Nowadays most tourist traveling to Cuba are Europeans and Canadians, both groups has guaranteed a travel insurance included in theirs housing insurance, this housing insurance is universal and is discounted of theirs taxes as part of the national insurance system…. a system that is the envy of the world and we have to fight for having it implemented here in the States….. so, the welfare system covers all Europeans and Canadians when traveling…. The receptors countries shares those insurance policies with the origin country by the deals reached long time ago by Europeans and Canadians tour-operators whit local tourist companies and local insurance co. Cuba of course is part of those deals….. what is happening now is castrofascism is in “need” of more money and each time castrofascism is in need turns back to the Cubans in exile….. it is just another milking project to get the dollars of the “enemy”……. so, this tax will affect only the Cubans in exile because other tourist are already covered….. what happens is the regimen to disguise the real intentions and the real prejudiced by the tax speaks in a general way as it would be a new thing for tourists in general.
Marzo 7th, 2010 at 21:51
Simba,
With all due respect, I think the fee you are referring to is the 10 dollar Travel Promotion Act surcharge that president Obama signed into law a few days ago. As I understand it, the purpose of the fee is to promote travel to the US, help the tourism industry here and create jobs.
There is a big difference between this and what the murdering Cuban dictator is doing. I have travelled extensively and have never been to a country that requires any proof of health insurance. Requiring tourists to prove they have health insurance or else pay for it in order to visit Cuba is the height of cynicism for a country that refuses to care for its own political prisoners. The dictators in Cuba actively murder their own citizens because they fear them. The money they intend to extort from tourists on the pretext of funding health insurance is a fraud. In Cuba, there is no Government Accountability Office.

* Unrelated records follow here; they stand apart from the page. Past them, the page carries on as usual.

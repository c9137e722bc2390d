package reservoir

import (
	"math"

	"brinefront/physics/displace"
	"brinefront/physics/fracflow"
)

// Flood is a displacement together with the resistance it meets. It is dimensionless
// and is shared by all bodies of rock that have its curves, fluids and states.
type Flood struct {
	Flow         fracflow.Flow
	Displacement *displace.Displacement
	resistance   resistance
	quick        *Table // see Tabulated
}

// NewFlood precomputes. The displacement must have been made of the same flow.
func NewFlood(flow fracflow.Flow, d *displace.Displacement) *Flood {
	return &Flood{Flow: flow, Displacement: d, resistance: newResistance(flow, d)}
}

// Tabulated is the same flood answering by cubics that meet the exact solution within
// tolerance; see Path.Tabulate. For the many pieces of many tubes.
func (f *Flood) Tabulated(tolerance float64) *Flood {
	quick := *f
	quick.quick = f.table(tolerance)
	return &quick
}

// at returns R, T, what has left and what leaves of oil, in pore volumes, for an even body.
func (f *Flood) at(q float64) (r, t, oil, share float64) {
	if f.quick != nil {
		o := f.quick.At(q)
		return o.Rate * f.resistance.ahead, o.Injected * f.resistance.ahead, o.Oil, o.OilRate
	}
	r, t = f.resistance.at(q)
	s := f.Displacement.After(q)
	return r, t, s.Oil, 1 - s.Cut
}

// Shape says how the geometric resistance of a body, int dx/(k A) along the flow, is spread
// over its pore volume, and what converging flow and skin add at its ends.
//
// V and G are shares of pore volume and of resistance passed on the way from the injector,
// both rising from 0 to 1, joined by straight lines. In and Out are resistances of no
// volume at the two ends, in units of the whole of the body: skin, or what lies within the
// first and last node of a grid. Both may be negative as long as the sum stays positive.
type Shape struct {
	V, G    []float64
	In, Out float64
}

// Even is the shape of a linear body.
var Even = Shape{V: []float64{0, 1}, G: []float64{0, 1}}

// Path is a body of rock through which fluid flows from an injector to a producer: a
// layer, a streamtube, or a streamtube of a layer.
//
// With v the share of pore volume from the injector and g = dG/dv, the pressure
// difference at the rate q is q Impedance R(Q),
//
//	R(Q) = int_0^1 g(v)/lt(S(v/Q)) dv + In/lt(face) + Out/lt(S(1/Q)),   T(Q) = int_0^Q R dQ,
//
// and Q follows from T(Q) = clock, the integral of the pressure difference over time
// divided by PoreVolume Impedance. Where g is constant R and T are those of a linear body
// whose length is the share v, v R1(Q/v) and v^2 T1(Q/v), so that for a shape of straight
// pieces both are finite sums, without a step in time or place.
//
// Source: Dykstra & Parsons (1950) for piston-like fronts at a common pressure difference;
// Higgins & Leighton (1962) for streamtubes; here with the exact profile of Welge (1952).
type Path struct {
	PoreVolume float64 // m3, > 0
	Impedance  float64 // int dx/(k A), 1/m3, > 0
	Shape      Shape
	Flood      *Flood
}

// Outflow is what has passed a body, in pore volumes, and how fast, per unit of its clock.
type Outflow struct {
	Injected, Oil, Held        float64 // cumulative: total fluid in, oil out, what stayed in gas-filled space
	Rate, OilRate, HoldingRate float64 // their slopes in the clock, 1/(Pa s); Rate is 1/R
}

// Cut is the water cut at reservoir conditions; 0 while nothing flows out.
func (o Outflow) Cut() float64 {
	if out := o.Rate - o.HoldingRate; out > 0 {
		return 1 - o.OilRate/out
	}
	return 0
}

// Filling is a body part of whose pore volume, Gas < the volume at which its foremost
// front arrives, holds gas at the start. Until as much is injected the oil displaced
// refills that space and nothing flows out; from then on the body is as it would be
// without gas. The gas has no resistance and none is produced.
//
// Source: Craig (1971), fill-up of the gas space before a flood responds.
type Filling struct {
	Body Body
	Gas  float64 // pore volumes
}

var _ Body = Filling{}

// At implements Body.
func (f Filling) At(clock float64) Outflow {
	o := f.Body.At(clock)
	if o.Injected < f.Gas {
		return Outflow{Injected: o.Injected, Rate: o.Rate, Held: o.Injected, HoldingRate: o.Rate}
	}
	o.Oil, o.Held = o.Oil-f.Gas, f.Gas
	return o
}

// Breakthrough implements Body.
func (f Filling) Breakthrough() float64 { return f.Body.Breakthrough() }

// Body answers with what has passed it when its clock (Pa s) stands at a value.
type Body interface {
	At(clock float64) Outflow
	// Breakthrough is the clock at which the foremost wave arrives, +Inf when nothing moves.
	Breakthrough() float64
}

var _ Body = Path{}

// reached is the exact state after q pore volumes.
type reached struct {
	r, t float64
	Outflow
}

func (p Path) after(q float64) reached {
	f := p.Flood
	whole, spent, oil, share := f.at(q)
	n := len(p.Shape.V)
	var s reached
	switch {
	case n == 2:
		s.r, s.t = whole, spent
	case q <= 0:
		s.r = f.resistance.ahead
	default:
		for i, v := range p.Shape.V[1:] {
			now, so := whole, spent
			if i+2 < n {
				now, so, _, _ = f.at(q / v)
			}
			bend := p.density(i) - p.density(i+1)
			s.r += bend * v * now
			s.t += bend * v * v * so
		}
	}
	if p.Shape.In != 0 || p.Shape.Out != 0 {
		out, _ := f.Displacement.Outlet(q)
		s.r += p.Shape.In*f.resistance.face + p.Shape.Out*f.resistance.drag(out)
		// int dQ/lt(S(1/Q)) is 2 T1 - Q R1, by parts.
		s.t += p.Shape.In*f.resistance.face*q + p.Shape.Out*(2*spent-q*whole)
	}
	s.Outflow = Outflow{Injected: q, Oil: oil, Rate: 1 / s.r, OilRate: share / s.r}
	return s
}

// density is g in piece i of the shape; 0 beyond the last.
func (p Path) density(i int) float64 {
	if i+1 >= len(p.Shape.V) {
		return 0
	}
	return (p.Shape.G[i+1] - p.Shape.G[i]) / (p.Shape.V[i+1] - p.Shape.V[i])
}

// Clock is T(Q), the clock when q pore volumes have been injected.
func (p Path) Clock(q float64) float64 { return p.after(q).t }

// Resistance is R(Q).
func (p Path) Resistance(q float64) float64 { return p.after(q).r }

// Injected is the inverse of Clock.
func (p Path) Injected(clock float64) float64 {
	if !(clock > 0) {
		return 0
	}
	if len(p.Shape.V) == 2 && p.Shape.In == 0 && p.Shape.Out == 0 {
		return p.Flood.resistance.pvi(clock)
	}
	high := clock / p.Resistance(0)
	for p.Clock(high) < clock {
		high *= 2
	}
	return rising(clock, high, high, func(q float64) (value, slope float64) {
		s := p.after(q)
		return s.t, s.r
	})
}

// At implements Body.
func (p Path) At(clock float64) Outflow { return p.after(p.Injected(clock)).Outflow }

// Breakthrough implements Body.
func (p Path) Breakthrough() float64 {
	q := p.Flood.Displacement.Breakthrough()
	if math.IsInf(q, 1) {
		return q
	}
	return p.Clock(q)
}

All the money they collect via this new gimmick will go directly into the private bank accounts of the crime syndicate that is the Cuban dictatorship.
Marzo 7th, 2010 at 21:04
Honoring a Cuban Freedom Fighter.
http://www.youtube.com/watch?v=HS7vcx-QkY0
Marzo 7th, 2010 at 21:00
NY TIMES: U.S. Hopes Exports of Internet Services Will Help Open Closed Societies
By MARK LANDLER
Published: March 7, 2010
WASHINGTON —” Seeking to exploit the Internet’s potential for prying open closed societies, the Obama administration will permit technology companies to export online services like instant messaging, chat and photo sharing to Iran, Cuba and Sudan, a senior administration official said Sunday.
On Monday, he said, the Treasury Department will issue a general license for the export of free personal Internet services and software geared toward the populations in all three countries, allowing Microsoft, Yahoo and other providers to get around strict export restrictions.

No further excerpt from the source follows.